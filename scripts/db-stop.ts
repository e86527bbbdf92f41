// `npm run db:stop` : stops the project-local PostgreSQL cluster and says where its data lives.
import { clusterLocation, stopLocalCluster } from "./lib/postgres";

if (process.env.DATABASE_URL) {
  console.log("[db] DATABASE_URL is set: Ratebook started no local cluster, so there is nothing to stop.");
} else if (stopLocalCluster()) {
  console.log(`[db] stopped. The data stays in ${clusterLocation.dataDir} (log: ${clusterLocation.logFile}).`);
  console.log(`[db] To remove it for good: rm -rf '${clusterLocation.home}'`);
} else {
  console.log(`[db] no local cluster for this clone (it would live in ${clusterLocation.home}).`);
}
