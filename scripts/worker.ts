// `npm run worker` : a job-queue worker on its own (production: run it on worker machines with
// the same DATABASE_URL, SMTP_URL, MAIL_FROM and APP_URL as the app servers). Stops cleanly on
// SIGINT/SIGTERM, finishing the jobs it holds; a database restart does not stop it.
import { productionConfigProblems } from "../app/.server/config.server";
import { keepWorkerRunning } from "../app/.server/jobs/worker.server";

const problems = productionConfigProblems(process.env, "worker");
if (problems.length) {
  console.error(`The Ratebook worker refuses to start in production:\n- ${problems.join("\n- ")}`);
  process.exit(1);
}
const concurrency = Number(process.env.WORKER_CONCURRENCY ?? 4);
const runner = await keepWorkerRunning({ concurrency });
console.log(`[jobs] worker running (concurrency ${concurrency}); Ctrl+C stops it`);
for (const sig of ["SIGINT", "SIGTERM"] as const) {
  process.on(sig, async () => {
    await runner.stop();
    const { closeSequelize } = await import("../app/.server/db/sequelize.server");
    await closeSequelize();
    process.exit(0);
  });
}
await runner.promise;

+ + + + +

What the task asks: When you answer, set down the entries above precisely as they read.

Exercise result:
filename scripts/db-stop.ts
repository e86527bbbdf92f41
// `npm run db:stop` : stops the project-local PostgreSQL cluster and says where its data lives.
import { clusterLocation, stopLocalCluster } from "./lib/postgres";

if (process.env.DATABASE_URL) {
  console.log("[db] DATABASE_URL is set: Ratebook started no local cluster, so there is nothing to stop.");
} else if (stopLocalCluster()) {
  console.log(`[db] stopped. The data stays in ${clusterLocation.dataDir} (log: ${clusterLocation.logFile}).`);
  console.log(`[db] To remove it for good: rm -rf '${clusterLocation.home}'`);
} else {
  console.log(`[db] no local cluster for this clone (it would live in ${clusterLocation.home}).`);
}
filename scripts/worker.ts
// `npm run worker` : a job-queue worker on its own (production: run it on worker machines with
// the same DATABASE_URL, SMTP_URL, MAIL_FROM and APP_URL as the app servers). Stops cleanly on
// SIGINT/SIGTERM, finishing the jobs it holds; a database restart does not stop it.
import { productionConfigProblems } from "../app/.server/config.server";
import { keepWorkerRunning } from "../app/.server/jobs/worker.server";

const problems = productionConfigProblems(process.env, "worker");
if (problems.length) {
  console.error(`The Ratebook worker refuses to start in production:\n- ${problems.join("\n- ")}`);
  process.exit(1);
}
const concurrency = Number(process.env.WORKER_CONCURRENCY ?? 4);
const runner = await keepWorkerRunning({ concurrency });
console.log(`[jobs] worker running (concurrency ${concurrency}); Ctrl+C stops it`);
for (const sig of ["SIGINT", "SIGTERM"] as const) {
  process.on(sig, async () => {
    await runner.stop();
    const { closeSequelize } = await import("../app/.server/db/sequelize.server");
    await closeSequelize();
    process.exit(0);
  });
}
await runner.promise;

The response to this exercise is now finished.